China: Brexit and Fed's meeting send Chinese yuan to an over-five-year low
June 14, 2016
Reduced volatility in China’s foreign-exchange markets, capital controls, a weaker U.S. dollar and stronger activity in the country helped to strengthen the yuan, also known as renminbi, in the February–April period. However, volatility returned to the FX markets in the last couple months, which prompted the yuan to drop to levels last seen in February 2011 in mid-June. On 14 June, the Chinese yuan traded at 6.60 CNY per USD, which was 1.0% weaker than on the same day of the previous month. On an annual basis, the currency has lost 6.3% of its value.
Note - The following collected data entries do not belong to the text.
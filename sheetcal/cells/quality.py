"""Quality: what counts, mean and scatter, limits for duplicates and outliers, rounding to a step.

Standard library only: this file also runs inside LibreOffice's Python.
"""

from typing import Annotated

from sheetcal.cells.constants import J_PER_G_PER_MJ_PER_KG
from sheetcal.cells.primitives import (
    choose,
    count,
    deviation,
    floor,
    is_number,
    largest,
    mean,
    median,
    round_to_places,
    scatter,
    slope,
    smallest,
    sqrt,
)
from sheetcal.cells.registry import (
    ANY,
    J_PER_G,
    MJ_PER_KG,
    ONE,
    OPTIONAL,
    PERCENT,
    SAME,
    SAME_AS_VALUE,
    SAME_AS_VALUES,
    TEXT,
    VALUES,
    cell,
)

SAME_AS_LIMIT = Annotated[float, SAME + "limit"]
SAME_AS_A = Annotated[float, SAME + "a"]
SAME_AS_REFERENCE = Annotated[float, SAME + "reference"]
Y_PER_X = Annotated[float, "y / x"]

_STATISTICS = "statistics of a sample"


@cell(
    "COUNTED",
    equation="the value, where the run is valid",
    source="a void run stays in the sheet and does not count",
    standing="derived",
    needs=('state == "valid"',),
)
def counted(value: ANY, state: TEXT) -> SAME_AS_VALUE:
    """A run's value where the run counts."""
    return value


@cell("NUMBER_OF", equation="n", source=_STATISTICS, standing="derived")
def number_of(values: VALUES) -> ONE:
    """How many values count."""
    return count(values)


@cell("MEAN_OF", equation="sum x / n", source=_STATISTICS, standing="derived")
def mean_of(values: VALUES) -> SAME_AS_VALUES:
    """Arithmetic mean of the values that count."""
    return mean(values)


@cell(
    "MEAN_OR_MEDIAN",
    equation="sum x / n; the median of four or more whose range is above the critical range",
    source="ISO 5725-6, acceptance of results",
    standing="memory",
)
def mean_or_median(
    values: VALUES, range: Annotated[float, "any", OPTIONAL], limit: Annotated[float, SAME + "range", OPTIONAL]
) -> SAME_AS_VALUES:
    """Final result of the values that count: their mean, or their median where they do not agree."""
    apart = range > limit if is_number(range) and is_number(limit) else False
    return median(values) if apart and count(values) >= 4 else mean(values)


@cell(
    "DEVIATION_OF",
    equation="s = sqrt(sum (x - mean)^2/(n - 1))",
    source=_STATISTICS,
    standing="derived",
    needs=("count(values) >= 2",),
)
def deviation_of(values: VALUES) -> SAME_AS_VALUES:
    """Standard deviation of the values that count."""
    return deviation(values)


@cell(
    "RELATIVE_DEVIATION_OF",
    equation="100 s / mean",
    source=_STATISTICS,
    standing="derived",
    needs=("count(values) >= 2", "mean(values) != 0"),
)
def relative_deviation_of(values: VALUES) -> PERCENT:
    """Relative standard deviation of the values that count."""
    return 100 * deviation(values) / mean(values)


@cell(
    "RANGE_OF",
    equation="largest - smallest",
    source=_STATISTICS,
    standing="derived",
    needs=("count(values) >= 2",),
)
def range_of(values: VALUES) -> SAME_AS_VALUES:
    """Difference of the largest and the smallest value that count."""
    return largest(values) - smallest(values)


@cell(
    "CRITICAL_RANGE",
    equation="CR(n) = r f(n)/2.8; f(2) = 2.8",
    source="ISO 5725-6, f(n) as printed, equal to the studentized range to its one decimal",
    standing="memory",
    valid={"limit": (0.0, None), "n": (2.0, 20.0)},
)
def critical_range(limit: ANY, n: ONE) -> SAME_AS_LIMIT:
    """Largest range of n results that the repeatability limit of two allows."""
    f = choose(n - 1, 2.8, 3.3, 3.6, 3.9, 4, 4.2, 4.3, 4.4, 4.5, 4.6, 4.6, 4.7, 4.7, 4.8, 4.8, 4.9, 4.9, 5, 5)
    return limit * f / 2.8


@cell(
    "GRUBBS_LARGEST",
    equation="G = max |x - mean| / s",
    source="ISO 5725-2",
    standing="memory",
    needs=("count(values) >= 3", "deviation(values) > 0"),
)
def grubbs_largest(values: VALUES) -> ONE:
    """Grubbs' statistic of the value farthest from the mean."""
    return max(largest(values) - mean(values), mean(values) - smallest(values)) / deviation(values)


@cell(
    "GRUBBS_LIMIT",
    equation="G = (n-1)/sqrt n sqrt(t^2/(n-2+t^2)), t two-sided at 5 %/n with n - 2 degrees of freedom",
    source="ISO 5725-2 form, computed; at n = 3 the test can find nothing and is left out",
    standing="derived",
    valid={"n": (4.0, 20.0)},
)
def grubbs_limit(n: ONE) -> ONE:
    """Grubbs' limit at 5 %, two-sided: a value beyond it is a straggler."""
    return choose(
        n - 3, 1.481, 1.715, 1.887, 2.02, 2.127, 2.215, 2.29, 2.355, 2.412, 2.462, 2.507, 2.548, 2.586, 2.62,
        2.652, 2.681, 2.708
    )  # fmt: skip


@cell(
    "SLOPE_OF",
    equation="slope of y over x, least squares",
    source=_STATISTICS,
    standing="derived",
    needs=(
        "pairs(y, x) >= 2",
        "count(y) == pairs(y, x) and count(x) == pairs(y, x)",
        "largest(x) > smallest(x)",
    ),
)
def slope_of(y: VALUES, x: VALUES) -> Y_PER_X:
    """Slope of the values over another quantity; every row has both or neither."""
    return slope(y, x)


@cell(
    "SLOPE_T",
    equation="t = slope / its standard deviation, n - 2 degrees of freedom",
    source=_STATISTICS,
    standing="derived",
    needs=(
        "pairs(y, x) >= 3",
        "count(y) == pairs(y, x) and count(x) == pairs(y, x)",
        "largest(x) > smallest(x)",
        "scatter(y, x) > 0",
    ),
)
def slope_t(y: VALUES, x: VALUES) -> ONE:
    """How many of its standard deviations a slope is away from none."""
    return slope(y, x) * deviation(x) * sqrt(count(x) - 1) / scatter(y, x)


@cell(
    "ROUNDED_TO_STEP",
    equation="nearest multiple of the step; a tie, judged on x/step at 9 decimals, goes to the even multiple",
    source="ISO 80000-1, rule A",
    standing="derived",
    needs=("step > 0",),
)
def rounded_to_step(value: ANY, step: SAME_AS_VALUE) -> SAME_AS_VALUE:
    """A value rounded for the report."""
    q = round_to_places(value / step, 9)
    even = 2 * floor((floor(q) + 1) / 2)
    return (even if q - floor(q) == 0.5 else round_to_places(q, 0)) * step


@cell("IN_MJ", equation="MJ/kg = J/g / 1000", source="unit conversion, exact", standing="derived")
def in_mj(value: J_PER_G) -> MJ_PER_KG:
    """A value in MJ/kg."""
    return value / J_PER_G_PER_MJ_PER_KG


@cell("MEAN_OF_TWO", equation="(a + b)/2", source=_STATISTICS, standing="derived")
def mean_of_two(a: ANY, b: SAME_AS_A) -> SAME_AS_A:
    """Mean of two values."""
    return (a + b) / 2


@cell(
    "DIFFERENCE_PERCENT",
    equation="100 |a - b| / |mean|",
    source=_STATISTICS,
    standing="derived",
    needs=("a + b != 0",),
)
def difference_percent(a: ANY, b: SAME_AS_A) -> PERCENT:
    """Difference of two values as a share of their mean."""
    return 100 * abs(a - b) / abs((a + b) / 2)


@cell(
    "DEVIATION_PERCENT",
    equation="100 (found - reference)/reference",
    source="change against a reference",
    standing="derived",
    needs=("reference != 0",),
)
def deviation_percent(found: SAME_AS_REFERENCE, reference: ANY) -> PERCENT:
    """Deviation of a value from its reference, with its sign."""
    return 100 * (found - reference) / reference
The renminbi has been on a depreciating trend as stronger economic data in the United States reinforced speculation that the Federal Reserve may resume its policy normalization sooner rather than later. In this sense, the Fed’s decision at its 14–15 June meeting to delay rate hikes will likely take pressure off the yuan. In recent weeks, however, most of the volatility came from the possibility of the United Kingdom abandoning the European Union in the 23 June vote. The Brexit referendum has increased risk aversion in emerging markets, which sent a number of currencies to depreciate. On the domestic front, this situation was exacerbated by the People’s Bank of China’s looser monetary policy, which ultimately translated into expectations of a further depreciation of the yuan.
The greater risk to the yuan is that it could fall into a spiral of intensifying depreciation expectations. This situation could fuel capital outflows, which in turn will add further downward pressure on the currency. Although highly unlikely, this spiral could drive the yuan to depreciate sharply in the coming months and deplete international reserves.